Survivors of the Battle of the Big Hole began to interpret what had happened as soon as the campaign was over. Colonel Gibbon wrote an "after action" report of the battle on September 20 from his hospital bed in Deer Lodge, detailing his actions and those of his adversary. General Howard also filed a report that fall. Gibbon and Howard each described the encounter in retrospect – Gibbon in an article published in Harper's Weekly in 1895, Howard in Nez Perce Joseph (1881) and again in My Life and Experiences among Hostile Indians (1907). Several soldiers and volunteers published accounts of the battle in various national magazines during the 1880s and 1890s. Even if these many accounts by survivors of the conflict varied in detail and reliability, they all contributed to making the Battle of the Big Hole perhaps the most well-documented battle of the Indian Wars.

No sooner was the war over than contemporaries sought to draw moral lessons from the episode. A New York Times editorial charged that "the Nez Perce War was, on the part of our government, an unpardonable and frightful blunder." The Nez Perce had been "goaded by injustice and wrong to take the war path." [2] Chief Joseph corroborated this view. Following his exile to Oklahoma, he recounted his people's story to a writer who published it in The North American Review in 1879. [3] Significantly, the piece was titled "An Indian's View of Indian Affairs" – it used the story of the Nez Perce War to draw larger lessons about federal Indian policy. Similarly, when members of Congress held hearings on the conduct of the Nez Perce War in 1878, they asked Colonel Gibbon not only to provide analysis of the Army's poor showing in the battle and the campaign, but to expand on the problems of federal-Indian relations. [4]
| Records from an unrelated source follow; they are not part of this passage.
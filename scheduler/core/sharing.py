"""Sharing one CPU cluster among teams: guarantees, caps, weights and allowances.

Theory of operation. ``SharingState`` is a deterministic state machine. It is told what the
cluster holds and what each team is promised (``TeamsConfigured``, ``QuotaChanged``), what each
search has waiting (``Demand``), which segments run (``Started``, ``Ended``) and what time it is
(``Tick``). On every tick it plans one round (``plan_round``): which searches may start how
many segments on the free capacity (``Grant``), which running segments are asked to save and
yield by a deadline (``Preempt``), which of those are past their deadline and still running
(``ForceStop``), and which searches are held back (``Paused``). It never reads a clock and
never draws a random number; time is passed in as numbers (seconds). The caller carries the
decision out and reports back with events: a granted segment that starts is a ``Started``; a
preempted segment that stops is an ``Ended`` (putting it back in its search's queue, and
telling us so with a ``Demand``, is the caller's business). A grant holds for the round it
was made in: what the caller does not start before the next round is simply planned again.

The rules (a round first sets aside the teams whose allowance is spent, rule 5, then applies
1 to 3 in that order):
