def assign_lows(fronts, tracks, max_km=LOW_FRONT_KM):
    """Give each front the low it belongs to (``Front.low_track``), where one does.

    A front belongs to the low of the same valid time and member whose
    centre is nearest any of its vertices, within ``max_km``; the deepest of
    equally near lows wins. Lows need two or more closed isobars, so a weak
    dimple in a trough does not claim the fronts.

    Parameters
    ----------
    fronts : iterable of kit.model.Front
    tracks : iterable of CentreTrack
        From :func:`track_centres`.
    max_km : float
        Largest distance from the centre to the front's nearest vertex [km].

    Returns
    -------
    list of kit.model.Front
        New fronts (``replace``), in the order given; ``low_track`` None where
        no low is near.
    """
    lows = {}
    for tr in tracks:
        if tr.kind != "low":
            continue
        for c in tr.centres:
            if c.closed_isobars >= 2:
                key = (np.datetime64(c.valid_time, "ns"), c.member)
                lows.setdefault(key, []).append((tr.track, c))
    out = []
    for fr in fronts:
        best = None
        for tid, c in lows.get((np.datetime64(fr.valid_time, "ns"), fr.member), ()):
            d = float(np.min(great_circle_km(np.asarray(fr.lon), np.asarray(fr.lat),
                                             c.lon, c.lat)))
            if d <= max_km and (best is None or (d, c.pressure_hpa) < best[:2]):
                best = (d, c.pressure_hpa, tid)
        low = None if best is None else int(best[2])
        out.append(fr if fr.low_track == low else fr.replace(low_track=low))
    return out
The lively interest in the Battle of the Big Hole extended to the battlefield itself. Montana pioneer Granville Stuart visited the battlefield on May 11, 1878, and made two sketches of what he saw. The first was a panorama looking toward the mountainside, with numbered annotations describing the soldiers' approach, the Nez Perce Encampment, the Twin Trees, and the Point of Timber to which the soldiers fell back. Stuart must have been accompanied by a veteran of the battle when he made this drawing. His second drawing was an artistic rendering in birdseye perspective. The litter of human skulls, horse skeletons, and tepee poles in the foreground of the picture suggested a moral censure of the attack on the Nez Perce village – a noteworthy perspective for a white resident of the territory. [5] It contrasted sharply with contemporary views of the Battle of the Little Bighorn that venerated Lt. Col. George Armstrong Custer and his men as martyrs in the cause of westward expansion. [6]
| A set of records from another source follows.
def track_fronts(
    fronts,
    *,
    max_gap_km=None,
    max_speed_ms=30.0,
    min_overlap_frac=0.25,
):
    r"""Link fronts over valid times into tracks and measure their displacement speed.

    Fronts are grouped by run, member and level; within a group the lines of
    consecutive valid times are matched by overlap along the front normal.

    Parameters
    ----------
    fronts : list of kit.science.fronts.Front
        Fronts of any runs, members, levels and times (not changed).
    max_gap_km : float, optional
        Largest normal displacement [km] between two consecutive times that
        still links two lines. Default: ``max_speed_ms`` times the time step.
    max_speed_ms : float
        Fastest front motion allowed for [m s-1] when ``max_gap_km`` is not
        given (30 m/s, about 60 kt: common practice, no source).
    min_overlap_frac : float
        Least overlap [1], as a fraction of the shorter line's length, for two
        lines to belong to one track.

    Returns
    -------
    list of kit.science.fronts.Front
        New fronts in the same order, with ``front.track`` (int, unique over
        the list) and ``front.link`` (:class:`kit.model.TrackLink`):
        ``speed_tracked_ms`` [m s-1] (front-normal, positive toward the cold
        side; the length-weighted median of the vertex speeds, so the ends of
        a line and the bend near a triple point, which move differently, do
        not bias it; None where the track has one time only),
        ``vn_tracked`` (per-vertex list [m s-1], None where a vertex has no
        counterpart), ``parent`` and ``event`` (``"new"``,
        ``"continues"``, ``"split"`` or ``"merge"``).

    Notes
    -----
    From every vertex of the line at time :math:`t_i` a line is cast along its
    normal; where it crosses the line of :math:`t_{i+1}` (whose normal must
    point the same way) the crossing distance :math:`s^+` is that vertex's
    forward offset; the offset back to the line of :math:`t_{i-1}` is
    :math:`s^-`. The vertex speed is the centred difference

    .. math:: c = \frac{s^+ - s^-}{t_{i+1} - t_{i-1}}

    where both exist, else the one-sided difference. The length covered by the
    crossings is the overlap of two lines. A line that overlaps several later
    lines (a split) hands its track id to the one with the largest overlap;
    the others start new tracks. A later line overlapping several earlier ones
    (a merge) keeps the oldest track id.
    """
    groups = defaultdict(list)
    track_of, event_of, linked = {}, {}, {}
    for fr in fronts:
        groups[(fr.run, fr.member, float(fr.level_hpa))].append(fr)
    next_id = 1
    for key in sorted(groups, key=lambda k: (str(k[0]), -1 if k[1] is None else k[1], k[2])):
        group = groups[key]
        times = sorted({np.datetime64(f.valid_time, "ns") for f in group})
        by_time = {t: [f for f in group if np.datetime64(f.valid_time, "ns") == t] for t in times}
        track_start = {}
        fwd = {}  # id(front) -> (child, offsets along the front's own normal [km])
        bwd = {}  # id(front) -> (parent, offsets along the front's own normal [km])
        for f in by_time[times[0]]:
            track_of[id(f)] = next_id
            track_start[next_id] = times[0]
            event_of[id(f)] = ("new", None)
            next_id += 1
        for t0, t1 in zip(times[:-1], times[1:], strict=False):
            dt = _time_seconds(t1) - _time_seconds(t0)
            gap = max_gap_km if max_gap_km is not None else max_speed_ms * dt / 1e3
            olds, news = by_time[t0], by_time[t1]
            over = np.zeros((len(olds), len(news)))
            offs = {}
            for a_i, a in enumerate(olds):
                wa = vertex_weights_km(a.lon, a.lat)
                for b_i, b in enumerate(news):
                    if _bbox_gap_km(a, b) > gap + 300.0:
                        continue
                    s_ab = _normal_offsets_km(a, b, gap)
                    s_ba = _normal_offsets_km(b, a, gap)
                    wb = vertex_weights_km(b.lon, b.lat)
                    cov = min(np.sum(wa[np.isfinite(s_ab)]), np.sum(wb[np.isfinite(s_ba)]))
                    short = min(np.sum(wa), np.sum(wb))
                    if short > 0 and cov >= min_overlap_frac * short:
                        over[a_i, b_i] = cov
                        offs[(a_i, b_i)] = (s_ab, s_ba)
            # primary child of each old line
            primary = {}
            for a_i in range(len(olds)):
                if over[a_i].max() > 0:
                    b_i = int(np.argmax(over[a_i]))
                    primary[a_i] = b_i
                    fwd[id(olds[a_i])] = (news[b_i], offs[(a_i, b_i)][0])
            for b_i, b in enumerate(news):
                parents = [a_i for a_i in range(len(olds)) if over[a_i, b_i] > 0]
                heirs = [a_i for a_i in parents if primary.get(a_i) == b_i]
                if parents:
                    best = max(parents, key=lambda a_i: over[a_i, b_i])
                    bwd[id(b)] = (olds[best], offs[(best, b_i)][1])
                if heirs:
                    heir = min(
                        heirs,
                        key=lambda a_i: (track_start[track_of[id(olds[a_i])]], -over[a_i, b_i]),
                    )
                    track_of[id(b)] = track_of[id(olds[heir])]
                    event = "merge" if len(heirs) > 1 else "continues"
                    event_of[id(b)] = (event, track_of[id(olds[heir])])
                else:
                    track_of[id(b)] = next_id
                    track_start[next_id] = t1
                    next_id += 1
                    if parents:
                        parent = olds[max(parents, key=lambda a_i: over[a_i, b_i])]
                        event_of[id(b)] = ("split", track_of[id(parent)])
                    else:
                        event_of[id(b)] = ("new", None)
        for f in group:
            vk = _vertex_speeds(f, fwd.get(id(f)), bwd.get(id(f)))
            w = vertex_weights_km(f.lon, f.lat)
            event, parent = event_of[id(f)]
            linked[id(f)] = f.replace(
                track=track_of[id(f)],
                link=TrackLink(
                    event=event,
                    parent=parent,
                    speed_tracked_ms=json_float(_weighted_median(vk, w)),
                    vn_tracked=tuple(json_float(v, 2) for v in vk),
                ),
            )
    return [linked[id(f)] for f in fronts]
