# --------------------------------------------------------------------------- public: fields
def _diff2(a, axis, periodic, rows=None, out=None):
    """Two-step difference a[i+1] - a[i-1] along the last (-1) or second-last (-2) axis.

    At open edges and next to missing values the one-sided difference is
    used, doubled (so the same factor turns it into a derivative); NaN where
    the point itself is missing or both neighbours are. ``rows`` are the
    indices along the second-last axis where missing values can matter
    (None: there are none), so a field with a few NaN rows (poles) is cheap.
    """
    n = a.shape[axis]
    if out is None:
        out = np.empty(a.shape, dtype=a.dtype)
    if n < 2:
        out[...] = np.nan
        return out

    def at(sl):
        return (Ellipsis, sl) if axis == -1 else (Ellipsis, sl, slice(None))

    np.subtract(a[at(slice(2, None))], a[at(slice(None, -2))], out=out[at(slice(1, -1))])
    if periodic and n > 2:
        np.subtract(a[at(slice(1, 2))], a[at(slice(-1, None))], out=out[at(slice(0, 1))])
        np.subtract(a[at(slice(0, 1))], a[at(slice(-2, -1))], out=out[at(slice(-1, None))])
    else:
        out[at(0)] = 2.0 * (a[at(1)] - a[at(0)])
        out[at(-1)] = 2.0 * (a[at(-1)] - a[at(-2)])
    if rows is None or not len(rows):
        return out
    sub_a = a[..., rows, :]
    sub_out = out[..., rows, :]
    missing = np.isnan(sub_a)
    bad = np.isnan(sub_out) & ~missing
    if bad.any():
        # one-sided differences at the points next to a gap only
        idx = list(np.nonzero(bad))
        idx[-2] = rows[idx[-2]]
        idx = tuple(idx)
        ax = a.ndim + axis
        i = idx[ax]

        def neighbour(offset):
            j = i + offset
            if periodic:
                ok = np.ones(j.shape, dtype=bool)
                j = j % n
            else:
                ok = (j >= 0) & (j < n)
                j = np.clip(j, 0, n - 1)
            jj = list(idx)
            jj[ax] = j
            v = a[tuple(jj)].astype(a.dtype, copy=True)
            v[~ok] = np.nan
            return v

        centre = a[idx]
        fwd = 2.0 * (neighbour(1) - centre)
        bwd = 2.0 * (centre - neighbour(-1))
        out[idx] = np.where(np.isnan(fwd), bwd, fwd)
    if missing.any():
        sub_out = out[..., rows, :]
        sub_out[missing] = np.nan
        out[..., rows, :] = sub_out
    return out
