def timing_pairs(forecast, observed, reference_times, *, max_error_h=12.0, event=""):
    """Pair forecast passages with observed passages of the same site and kind.

    Parameters
    ----------
    forecast : pandas.DataFrame
        Arrival table rows (``site``, ``front_kind``, ``passage_utc``, ``run``).
    observed : pandas.DataFrame
        Output of :func:`detect_passages` for every site.
    reference_times : dict
        Run label -> reference time, for the lead time.
    max_error_h : float
        Pairs further apart than this count as a miss and a false alarm [h].
    event : str
        Event name written into every row.

    Returns
    -------
    pandas.DataFrame
        One row per pair or unpaired passage: ``event, site, front_kind, run,
        lead_h, lead_bin, forecast_utc, observed_utc, error_h`` (forecast minus
        observed: positive = forecast late) and ``outcome`` (``hit``, ``miss``,
        ``false alarm``).
    """
    rows = []
    # the arrival table leaves passage_utc empty ("") where a front never arrives
    fc = forecast[forecast["passage_utc"].replace("", np.nan).notna()].copy()
    fc["t"] = pd.to_datetime(fc["passage_utc"], utc=True).dt.tz_convert(None)
    ob = observed.copy()
    ob["t"] = pd.to_datetime(ob["passage_utc"], utc=True).dt.tz_convert(None).astype(
        "datetime64[ns]")
    for run, fc_run in fc.groupby("run", sort=True):
        ref = pd.Timestamp(reference_times[run]).tz_localize(None)
        used = set()
        for _, f in fc_run.sort_values("t").iterrows():
            cand = ob[(ob["site"] == f["site"]) & (ob["front_kind"] == f["front_kind"])]
            cand = cand[~cand.index.isin(used)]
            err = (f["t"] - cand["t"]) / pd.Timedelta(hours=1)
            lead = (f["t"] - ref) / pd.Timedelta(hours=1)
            row = {"event": event, "site": f["site"], "front_kind": f["front_kind"], "run": run,
                   "lead_h": round(lead, 2), "lead_bin": _lead_bin(lead),
                   "forecast_utc": iso_seconds(f["t"])}
            if len(cand) and err.abs().min() <= max_error_h:
                k = err.abs().idxmin()
                used.add(k)
                row.update(observed_utc=iso_seconds(cand.loc[k, "t"]),
                           error_h=round(float(err[k]), 2),
                           outcome="hit")
            else:
                row.update(observed_utc="", error_h=np.nan, outcome="false alarm")
            rows.append(row)
        for _, o in ob[~ob.index.isin(used)].iterrows():
            if o["front_kind"] not in ("warm", "cold"):
                continue
            rows.append({"event": event, "site": o["site"], "front_kind": o["front_kind"],
                         "run": run, "lead_h": np.nan, "lead_bin": "",
                         "forecast_utc": "", "observed_utc": iso_seconds(o["t"]), "error_h": np.nan,
                         "outcome": "miss"})
    cols = ["event", "site", "front_kind", "run", "lead_h", "lead_bin", "forecast_utc",
            "observed_utc", "error_h", "outcome"]
    return pd.DataFrame(rows, columns=cols)
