# --------------------------------------------------------------------------- interrupted
@pytest.mark.parametrize("command", ["fronts", "arrivals"])
def test_interrupted_command_keeps_the_earlier_product(event, tmp_path, capsys, monkeypatch,
                                                       command):
    import kit.products.files

    earlier = b"earlier product, still wanted\n"
    out = tmp_path / ("f.geojson" if command == "fronts" else "a.csv")
    out.write_bytes(earlier)

    def interrupted(fd):  # Ctrl-C while the new product is being flushed to disk
        raise KeyboardInterrupt

    monkeypatch.setattr(kit.products.files.os, "fsync", interrupted)
    argv = ["fronts", event / "good", "--out", out, "--overwrite"] if command == "fronts" else [
        "arrivals", event / "good", "--sites", event / "sites.csv", "--out", out, "--overwrite"]
    status = main([str(a) for a in argv])
    err = capsys.readouterr().err
    assert status == 130 and "interrupted" in err and "Traceback" not in err
    assert out.read_bytes() == earlier
    assert sorted(p.name for p in tmp_path.iterdir()) == [out.name]  # no temporary file left


def test_disk_full_midway_keeps_the_earlier_product(tmp_path, monkeypatch):
    # kit.products.files's own promise, checked with a real OSError from the operating system
    import kit.products.files
    from kit.errors import OutputError

    out = tmp_path / "table.csv"
    out.write_text("earlier\n")

    def no_space(fd):
        raise OSError(errno.ENOSPC, os.strerror(errno.ENOSPC))

    monkeypatch.setattr(kit.products.files.os, "fsync", no_space)
    with pytest.raises(OutputError, match="No space left"):
        kit.products.files.write_csv(out, pd.DataFrame({"a": [1]}), overwrite=True)
    assert out.read_text() == "earlier\n"
    assert [p.name for p in tmp_path.iterdir()] == ["table.csv"]


# --------------------------------------------------------------------------- panels
ERROR_STYLE = "color:#a11d1d"


def _plain_error(message_html, *needles):
    assert ERROR_STYLE in message_html, message_html
    assert "Traceback" not in message_html
    assert "unexpected problem" not in message_html, message_html  # a known, worded case
    for needle in needles:
        assert needle in message_html, (needle, message_html)


@pytest.fixture(scope="module")
def small_run():
    return make_run(**GRID, hours=(0, 6))


@pytest.fixture(scope="module")
def front_panel(small_run, tmp_path_factory):
    out = tmp_path_factory.mktemp("panel_exports")
    return panels.front_panel([small_run], SITES, out_dir=out).controller


@pytest.mark.parametrize(
    ("kind", "needles"),
    [("text-file-named-nc", ["notes.nc", "not a NetCDF file"]),
     ("truncated", ["cut.nc", "truncated"]),
     ("empty-glob", ["*.nc4", "matches no file"]),
     ("blank", ["no path typed"])],
)
def test_panel_bad_run_path_is_a_plain_message(event, front_panel, tmp_path, kind, needles):
    if kind == "text-file-named-nc":
        path = tmp_path / "notes.nc"
        path.write_text("a note, not a grid\n")
    elif kind == "truncated":
        data = next((event / "good").glob("step_*.nc")).read_bytes()
        path = tmp_path / "cut.nc"
        path.write_bytes(data[: len(data) // 3])
    elif kind == "empty-glob":
        path = tmp_path / "*.nc4"
    else:
        path = "  "
    image = front_panel.map_image.value
    runs = len(front_panel.runs)
    front_panel.path_text.value = str(path)
    front_panel.open_button.click()
    _plain_error(front_panel.message.value, *needles)
    assert len(front_panel.runs) == runs  # the open run stays, the map is unchanged
    assert front_panel.map_image.value == image


@pytest.mark.parametrize("box", ["k1_text", "k2_text", "smooth_text", "minlen_text"])
def test_panel_bad_threshold_is_a_plain_message(front_panel, box):
    widget = getattr(front_panel, box)
    good = widget.value
    image = front_panel.map_image.value
    analyses = front_panel.stats["analyses"]
    # an empty K1/K2 box is no error: it means the kit's rule (published values
    # or, on coarse grids, quantiles); an empty smoothing or length box is one
    bad = ("nan", "inf", "1e400", "-0.5", "5 km") + (() if box in ("k1_text", "k2_text")
                                                      else ("",))
    for value in bad:
        widget.value = value
        _plain_error(front_panel.message.value, "expected")
        assert front_panel.map_image.value == image, value  # nothing redrawn
        assert front_panel.stats["analyses"] == analyses, value
    widget.value = good  # the good value brings the same analysis back from the cache
    assert ERROR_STYLE not in front_panel.message.value
    assert front_panel.stats["analyses"] == analyses
    if box in ("k1_text", "k2_text"):
        widget.value = ""
        assert ERROR_STYLE not in front_panel.message.value
        assert getattr(front_panel.settings(), box[:2]) is None
        widget.value = good


def test_arrivals_panel_bad_run_path_is_a_plain_message(tmp_path):
    bad = tmp_path / "notes.nc"
    bad.write_text("not a grid\n")
    # building the panel must not raise into the notebook: the panel shows the line
    widget = panels.arrivals_panel([bad], SITES, out_dir=tmp_path)
    _plain_error(widget.controller.message.value, "notes.nc", "not a NetCDF file")


def test_arrivals_panel_missing_site_file_is_a_plain_message(small_run, tmp_path):
    widget = panels.arrivals_panel([small_run], tmp_path / "no_sites.csv", out_dir=tmp_path)
    _plain_error(widget.controller.message.value, "no_sites.csv")


def test_section_panel_unknown_site_is_a_message_not_another_site(small_run, tmp_path):
    widget = panels.section_panel([small_run], SITES, site="Nowhere Bay", out_dir=tmp_path)
    msg = widget.controller.message.value
    # never a section through a different site presented as if asked for
    _plain_error(msg, "Nowhere Bay")


def test_rerun_panel_file_instead_of_event_folder(tmp_path):
    bad = tmp_path / "event.nc"
    bad.write_text("x\n")
    ctl = panels.rerun_panel(bad).controller
    _plain_error(ctl.message.value, "event.nc", "no such event folder")
    assert ctl.result is None


def test_briefing_panel_missing_site_file(event, tmp_path):
    ctl = panels.briefing_panel([event / "good"], tmp_path / "no_sites.csv",
                                out_dir=tmp_path / "out").controller
    ctl.write_button.click()
    _plain_error(ctl.message.value, "no_sites.csv", "site file not found")
    assert ctl.folder is None
    assert not (tmp_path / "out").exists() or not any((tmp_path / "out").iterdir())


if __name__ == "__main__":  # pragma: no cover
    sys.exit(pytest.main([__file__, "-q"]))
Sketch of Big Hole Battlefield by Granville Stuart, May 11, 1878. Courtesy Montana Historical Society, Helena, Montana.

At least two schematic maps of the battlefield were made by or with the help of participants in the battle. Pvt. Holmes L. Coon located the main features of the battle in a crude sketch. And one L. T. Henry made a map of the site based on notes and measurements provided by Capt. J. M. T. Sanno, a battle veteran. The latter was presented to the Historical Society of Montana by the Helena Herald on September 2, 1888.


The Soldiers' Monument

In 1883 a granite monument was erected at the battlefield to honor the soldier dead. Who initiated the project and precisely what the monument meant were details soon forgotten. Official correspondence in the early 1900s – when the soldiers' monument was already nearly twenty years old – disclosed that authorities in the War Department were uncertain whether the monument doubled as a grave marker or not. In the absence of documentation, it was assumed that it did not.
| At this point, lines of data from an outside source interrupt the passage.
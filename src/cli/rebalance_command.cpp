// bine rebalance RECIPE: what to weigh out when the lots on the shelf are not the lots the recipe
// was written for.
#include <fmt/format.h>

#include <algorithm>
#include <map>
#include <memory>

#include "cli/bitterness_options.hpp"
#include "cli/cellar_options.hpp"
#include "cli/commands.hpp"
#include "cli/html_output.hpp"
#include "cli/option_values.hpp"
#include "cli/recipe_file_options.hpp"
#include "engine/ibu_interval.hpp"
#include "engine/rebalance.hpp"
#include "engine/stock_rebalance.hpp"
#include "io/file_io.hpp"
#include "io/limits.hpp"
#include "io/loaders.hpp"
#include "io/recipe_file.hpp"
#include "model/errors.hpp"
#include "model/names.hpp"
#include "report/html_reports.hpp"
#include "report/rebalance_report.hpp"

namespace bine::cli {
namespace {

struct RebalanceOptions {
  std::string recipe;
  RecipeFileOptions recipe_file;
  std::vector<std::string> lots;  // "VARIETY=ALPHA%[,oil=ML]"
  std::string stock;
  CellarOptions cellar;
  BitternessOptions bitterness;
  std::string alpha_tolerance;
  bool json = false;
  std::string write;
  std::string html;
};

/// A --lot as typed, with its values read.
struct LotOption {
  std::string text;
  ReplacementLot lot;
};

struct RebalanceArgs {
  std::string recipe;
  BeerXmlReadOptions recipe_file;
  std::vector<LotOption> lots;
  std::string stock;
  CellarChoice cellar;
  BitternessSettings settings;
  double alpha_tolerance = kDefaultCertificateTolerancePercent;
  bool json = false;
  std::string write;
  std::string html;
};

constexpr std::string_view kLotForm = "VARIETY=ALPHA%[,oil=ML], such as \"Tidewell=7.9%,oil=1.4\"";

/// One --lot value: the variety, then its alpha, then optional parts.
std::optional<LotOption> read_lot(OptionReader& reader, const std::string& text) {
  const auto equals = text.find('=');
  const std::string variety(trim_space(std::string_view(text).substr(0, std::min(equals, text.size()))));
  if (equals == std::string::npos || variety.empty()) {
    reader.add(fmt::format("--lot: \"{}\": no variety or no alpha acid (expected {})", text, kLotForm));
    return std::nullopt;
  }
  LotOption option{text, {}};
  option.lot.variety = variety;
  const std::string label = "--lot \"" + text + "\"";
  std::string_view rest = std::string_view(text).substr(equals + 1);
  bool ok = true;
  for (bool first = true;; first = false) {
    const auto comma = rest.find(',');
    const std::string_view part = trim_space(rest.substr(0, comma));
    if (first) {
      const auto alpha = reader.quantity(label, part, Dimension::percent, limits::alpha_acid);
      ok = ok && alpha.has_value();
      option.lot.alpha_percent = alpha.value_or(0.0);
    } else if (part.rfind("oil=", 0) == 0) {
      option.lot.total_oil = reader.quantity(label, part.substr(4), Dimension::oil_content, limits::total_oil);
      ok = ok && option.lot.total_oil.has_value();
    } else {
      reader.add(fmt::format("--lot: \"{}\": unknown part \"{}\" (expected {})", text, part, kLotForm));
      ok = false;
    }
    if (comma == std::string_view::npos) break;
    rest = rest.substr(comma + 1);
  }
  if (!ok) return std::nullopt;
  return option;
}

RebalanceArgs parse_rebalance_args(const RebalanceOptions& options) {
  OptionReader reader;
  RebalanceArgs args;
  args.recipe = options.recipe;
  args.stock = options.stock;
  args.json = options.json;
  args.write = options.write;
  args.html = options.html;
  args.settings = read_bitterness_options(reader, options.bitterness);
  args.alpha_tolerance = read_alpha_tolerance(reader, options.alpha_tolerance);
  args.recipe_file = read_recipe_file_options(reader, options.recipe_file);
  if (options.lots.empty() == options.stock.empty())
    reader.add(options.lots.empty()
                   ? "--lot, --stock: neither given (expected --lot VARIETY=ALPHA% ... or --stock FILE)"
                   : "--lot, --stock: both given (expected one: --lot for lots you name, --stock to take "
                     "them from your cold store)");
  for (const auto& text : options.lots)
    if (auto lot = read_lot(reader, text)) args.lots.push_back(std::move(*lot));
  args.cellar = read_cellar_options(reader, options.cellar);
  reader.throw_if_any();
  return args;
}

/// The --lot values against the recipe: each names a variety it uses, once.
std::vector<ReplacementLot> lots_for_recipe(const std::vector<LotOption>& options, const Recipe& recipe) {
  std::vector<std::string> used;
  for (const auto& hop : recipe.hops)
    if (!hop.variety.empty() && std::find(used.begin(), used.end(), hop.variety) == used.end())
      used.push_back(hop.variety);
  OptionReader reader;
  std::vector<ReplacementLot> lots;
  std::map<std::string, int> times_given;  // folded variety -> --lot options naming it so far
  for (const auto& [text, lot] : options) {
    if (!recipe_uses_variety(recipe, lot.variety)) {
      const std::string hint = did_you_mean(lot.variety, used);
      reader.add(fmt::format("--lot: \"{}\": the recipe does not use \"{}\" ({}the recipe uses {})", text, lot.variety,
                             hint.empty() ? "" : hint + "; ", fmt::join(used, ", ")));
      continue;
    }
    // Said once per variety however often it is repeated.
    if (++times_given[fold_name(lot.variety)] == 2)
      reader.add(fmt::format("--lot: \"{}\": \"{}\" is given more than once (expected one --lot per variety)", text,
                             lot.variety));
    lots.push_back(lot);
  }
  reader.throw_if_any();
  return lots;
}

void run_rebalance(const Console& console, const GlobalOptions& globals, const RebalanceArgs& args) {
  // 1. Load: catalogs, the recipe, and the lots (named, or from the stock file aged to brew day).
  const DataSet data = load_data(globals, console);
  const RecipeFile file = read_recipe_file(args.recipe, args.recipe_file);
  Recipe recipe = file.recipe;
  RebalanceContext context;
  context.on = args.cellar.on.date;
  context.on_from_clock = args.cellar.on.from_clock;
  context.from_stock = !args.stock.empty();
  // 2. Rebalance (from stock: each addition's lots chosen by the cellar's lot order, split where one
  //    lot has too little).
  RebalanceResult result;
  if (context.from_stock) {
    const Cellar cellar = load_cellar(args.stock, data.catalog, args.cellar);
    const auto timer = console.time("rebalance");
    StockRebalance stocked = rebalance_from_stock(recipe, cellar, data.catalog, args.settings, Weighing::as_weighed);
    context.lots = std::move(stocked.lots);
    recipe = std::move(stocked.recipe);
    result = std::move(stocked.result);
  } else {
    require_stock_for_lot_only(recipe);
    context.lots = lots_for_recipe(args.lots, recipe);
    const auto timer = console.time("rebalance");
    result = rebalance(recipe, context.lots, data.catalog, args.settings, Weighing::as_weighed);
  }
  result.notes.insert(result.notes.begin(), file.notes.begin(), file.notes.end());
  const RebalanceIntervals intervals = rebalance_intervals(result, data.catalog, args.alpha_tolerance);
  context.intervals = &intervals;
  // 3. Check the result by the recipe loader's bounds (nothing is shown or written otherwise), save
  //    it if asked, then render.
  checked_recipe_text(result.recipe_after, "the rebalanced recipe");
  if (!args.write.empty()) {
    const std::string written = write_recipe_file(args.write, file, result.recipe_after, &data.catalog);
    result.notes.push_back(fmt::format("rebalanced recipe written to {}", written));
  }
  write_html(args.html, [&] {
    return rebalance_html(recipe, context, result, globals.unit_system(), page_meta(&data, args.recipe, args.stock));
  });
  print_result(
      console, args.json, data, [&] { return rebalance_to_json(recipe, context, result); },
      [&](std::ostream& out) { render_rebalance(out, recipe, context, result, globals.unit_system()); });
}

}  // namespace

void setup_rebalance_command(CLI::App& app, const GlobalOptions& globals, CommandTable& commands) {
  auto options = std::make_shared<RebalanceOptions>();
  auto* rebalance = app.add_subcommand("rebalance",
                                       "new grams for a recipe when the lots' alpha (or oil) differ, "
                                       "holding the recipe's IBU");
  rebalance->add_option("RECIPE", options->recipe, "recipe file (bine JSON or BeerXML 1.0)")->required();
  rebalance->add_option("--lot", options->lots, "a lot to brew with: VARIETY=ALPHA%[,oil=ML] (repeatable)");
  rebalance->add_option("--stock", options->stock, "take the lots from this stock file (named lots, else --lot-order)");
  add_cellar_options(rebalance, options->cellar, true);
  add_bitterness_options(rebalance, options->bitterness);
  add_alpha_tolerance_option(rebalance, options->alpha_tolerance);
  add_recipe_file_options(rebalance, options->recipe_file);
  rebalance->add_flag("--json", options->json, "print JSON (canonical units)");
  rebalance
      ->add_option("--write", options->write,
                   "save the rebalanced recipe to this file (written atomically; .xml: BeerXML 1.0)")
      ->check(output_file_name());
  add_html_option(rebalance, options->html);
  rebalance->footer(
      "Examples:\n"
      "  bine rebalance pale-ale.json --lot \"Keelstone=14.9%\" --lot \"Tidewell=7.9%,oil=1.4\"\n"
      "  bine rebalance pale-ale.json --stock stock.json --on 2026-12-01\n"
      "  bine rebalance pale-ale.json --stock stock.json --on 2026-12-01 --write pale-ale-dec.json\n"
      "  bine rebalance their-recipe.xml --stock stock.json --write new.xml\n"
      "  bine rebalance pale-ale.json --stock stock.json --on 2026-12-01 --html brew-day.html\n"
      "  bine rebalance pale-ale.json --stock stock.json --on 2026-12-01 --lot-order most\n"
      "Boil and first-wort additions hold their IBU; whirlpool and dry-hop additions hold their oil (else\n"
      "grams) and the largest boil addition absorbs the IBU change. From stock, an addition is weighed from\n"
      "the lot it names, else oldest packaging first, split across lots where one has too little. Every IBU\n"
      "comes with its 90 % interval (alpha range, certificate tolerance, the stability range of stock lots'\n"
      "ageing, brewhouse factor); a split addition's parts each have theirs.");
  commands.add(rebalance, [&globals, options](const Console& console) {
    run_rebalance(console, globals, parse_rebalance_args(*options));
  });
}

}  // namespace bine::cli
The idea for the soldiers' monument may have originated with Colonel Gibbon. The colonel recommended a number of his men for Medals of Honor, and years after the battle he wrote letters in support of the Bitterroot volunteers' claims for compensation for their service. Together with General Howard and Col. Nelson Miles, he also took an interest in the cause of returning the exiled Nez Perce to their homeland. In addition to these activities, it appears that Gibbon first suggested the idea of a monument to commemorate the slain members of his command at the Battle of the Big Hole. [7]

On February 28, 1882, Secretary of War Robert T. Lincoln authorized the expenditure of $800 for the placement of a granite monument on the Big Hole battlefield. The expenditure came from incidentals of the quartermaster's department for the fiscal year ending June 30, 1882, and did not require an act of Congress. [8] The six-ton monument was cut in Concord, New Hampshire, shipped by railroad to Dillon, and hauled by ox teams from there to the battlefield. It was erected in September 1883 by a detachment of soldiers from Fort Missoula, under the command of Capt. J. T. Thompson, Third Infantry. [9]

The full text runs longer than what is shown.